What leads us home

I want to have more sleep.

But I don’t want to be needed less.

I want to have more time to pursue my own dreams.

But I don’t want to miss out on theirs.

I want to have more quality time with my husband.

But I don’t want to get behind for tomorrow.

I want to go out all night with friends.

But I don’t want to leave my babies.

I want to finish what I start.

But I don’t want to begin the end of this chapter.

I want to know they’ll always be alright.

But I don’t want to overthink everything.

I want to buy something nice for myself.

But I don’t want to feel guilty about it.

I want to show them the way.

But I don’t want to lose myself in the process.

I want to go on holiday with them.

But I don’t want to feel tired the whole time.

I want to have more time in the day.

But I don’t want to spend the whole day cleaning.

I want to hang our family photos.

But I don’t want daily reminders of how fast it’s really going.

I want to do my hair nicely for a change.

But I don’t want to be stressed while doing it.
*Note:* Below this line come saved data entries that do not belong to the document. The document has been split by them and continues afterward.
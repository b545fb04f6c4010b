using Xunit;

namespace Drypeak.Service.Tests.Laboratory;

/// <summary>All that is wrong with a request comes at once, in the order of the document, and nothing that only follows.</summary>
public sealed class ManyFaultsTests(RunningService service)
{
    [Fact]
    public async Task Five_faults_of_form_are_told_together()
    {
        var refusal = await service.RefusalAsync(Body.With(
            ("/colour", "1"), ("/mold/volume", "\"943\""), ("/specimens/0/tins/0/dry", Body.Absent), ("/specimens/1", "null"), ("/waterTemperature", "1e999")));
        Assert.Equal(400, refusal.Status);
        Assert.Equal(
            [
                "/mold/volume wrong-type", "/specimens/0/tins/0/dry missing-member", "/specimens/1 null-not-allowed", "/colour unknown-member",
                "/waterTemperature number-out-of-range",
            ],
            refusal.Faults);
    }

    [Fact]
    public async Task Five_faults_of_value_are_told_together()
    {
        var refusal = await service.RefusalAsync(Body.With(
            ("/method", "\"astm\""), ("/units/mass", "\"oz\""), ("/specificGravity/value", "0"), ("/specimens/0/tins/0/dry", "141"), ("/specimens/3/label", "\"3\"")));
        Assert.Equal(422, refusal.Status);
        Assert.Equal(
            [
                "/method unknown-method", "/units/mass unknown-unit", "/specificGravity/value out-of-range", "/specimens/0/tins/0/dry dry-over-wet",
                "/specimens/3/label repeated-label",
            ],
            refusal.Faults);
    }

    [Fact]
    public async Task Faults_of_form_and_of_value_come_together_as_400()
    {
        var refusal = await service.RefusalAsync(Body.With(
            ("/methods", "\"astm-d698-a\""), ("/mold/volume", "-943"), ("/specimens/0/tins/0/dry", "\"130\""), ("/specimens/2/tins/0/dry", "147"), ("/specimens/4/label", "\"1\"")));
        Assert.Equal(400, refusal.Status);
        Assert.Equal(
            [
                "/mold/volume not-positive", "/specimens/0/tins/0/dry wrong-type", "/specimens/2/tins/0/dry dry-over-wet", "/specimens/4/label repeated-label",
                "/methods unknown-member",
            ],
            refusal.Faults);
    }

    [Fact]
    public async Task Contradictions_come_together_with_faults_of_form_elsewhere()
    {
        var refusal = await service.RefusalAsync(Body.With(("/trace", "1"), ("/specimens/0/waterContent", "11"), ("/specimens/1/tins/0/dry", "null")));
        Assert.Equal(400, refusal.Status);
        Assert.Equal(["/specimens/0/waterContent contradiction", "/specimens/1/tins/0/dry null-not-allowed", "/trace wrong-type"], refusal.Faults);
    }

    /// <summary>One mistake each, from which other rules would be broken if it were not known for what it is.</summary>
    [Theory]
    [InlineData("/mold", "\"943\"", "/mold wrong-type")]
    [InlineData("/mold/volume", "\"943\"", "/mold/volume wrong-type")]
    [InlineData("/mold/mass", "true", "/mold/mass wrong-type")]
    [InlineData("/mold", """{"mass":4250,"volum":943}""", "/mold/volum unknown-member")]
    [InlineData("/mold", """{"mass":4250,"diameter":101.6,"hight":116.4}""", "/mold/hight unknown-member")]
    [InlineData("/specimens/1", """{"moldAndWetSoil":6173.3,"watercontent":12}""", "/specimens/1/watercontent unknown-member")]
    [InlineData("/specimens/1/tins", "143", "/specimens/1/tins wrong-type")]
    [InlineData("/specimens/1/tins", "null", "/specimens/1 not-enough-data", 422)]
    [InlineData("/specimens", "\"1, 2, 3\"", "/specimens wrong-type")]
    [InlineData("/units/mass", "\"lbs\"", "/units/mass unknown-unit", 422)]
    [InlineData("/mold/volume", "0", "/mold/volume not-positive", 422)]
    [InlineData("/specimens/1/label", "1", "/specimens/1/label wrong-type")]
    [InlineData("/oversize", """{"percents":9}""", "/oversize/percents unknown-member,/oversize/percent missing-member")]
    public async Task One_mistake_is_one_complaint(string place, string json, string expected, int status = 400)
    {
        var refusal = await service.RefusalAsync(Body.With(place, json));
        Assert.Equal(status, refusal.Status);
        Assert.Equal(expected.Split(','), refusal.Faults);
    }

    [Fact]
    public async Task No_more_than_two_hundred_faults_are_listed_and_the_rest_are_mentioned()
    {
        var refusal = await service.RefusalAsync(Body.WithSpecimens(Enumerable.Repeat("""{"waterContent":-1}""", 300)));
        Assert.Equal(422, refusal.Status);
        Assert.Equal(200, refusal.Errors.Count);
        Assert.Contains("only the first 200", refusal.Detail, StringComparison.Ordinal);
    }

    [Fact]
    public async Task A_refusal_is_the_same_bytes_each_time()
    {
        var body = Body.With(("/colour", "1"), ("/mold/volume", "-943"));
        using var first = await service.PostAsync(body);
        using var second = await service.PostAsync(body);
        Assert.Equal(await RunningService.TextOf(first), await RunningService.TextOf(second));
    }
}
I want to read up on current affairs.

But I don’t want to worry myself sick for their future.

I want to do more of what I used to enjoy.
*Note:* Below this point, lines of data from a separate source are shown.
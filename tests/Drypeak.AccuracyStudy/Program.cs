using System.Diagnostics;
using Drypeak.AccuracyStudy;
using Drypeak.Soil.Tests.Curves.Accuracy;

var soils = args.Length > 1 ? int.Parse(args[1], System.Globalization.CultureInfo.InvariantCulture) : 2000;
var watch = Stopwatch.StartNew();
var main = Cells(SoilFamily.Main, withSpecificGravity: true);
var without = Cells(SoilFamily.Main, withSpecificGravity: false);
var further = Cells(SoilFamily.Further, withSpecificGravity: true);

var report = new Report();
report.Preface(soils);
report.Averaged("The averaged model (auto), four families", main);
report.Averaged("The averaged model without specific gravity", without);
report.Averaged("The averaged model, further shapes", further);
report.Models("Every model, four families", main);
report.Published();
File.WriteAllText(args[0], report.ToString());
Console.WriteLine($"{args[0]}: {main.Length + without.Length + further.Length} cells of {soils} soils in {watch.Elapsed.TotalSeconds:0} s");

StudyCell[] Cells(SoilFamily[] families, bool withSpecificGravity) =>
[
    .. families.SelectMany(family => Enumerable.Range(4, 3).Select(points => (family, points)))
        .AsParallel().AsOrdered().Select(cell => StudyCell.Run(cell.family, cell.points, soils, withSpecificGravity)),
];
But I don’t want to sacrifice the time I won’t get back.

I want to relax more.

But I don’t want to care less.

I want a break.

But I don’t want to miss them.

I want everything.

But I want nothing other than their hearts inside of mine.

I want. I want. I want.

But. But. But.

Overthink. Overthink. Overthink.

Guilt. Guilt. Guilt.

This isn’t simple.

Motherhood is not simple.

But wanting to love them is.

No buts, no overthinking, no guilt.

It’s the answer to every question.

It’s the path that always leads us home.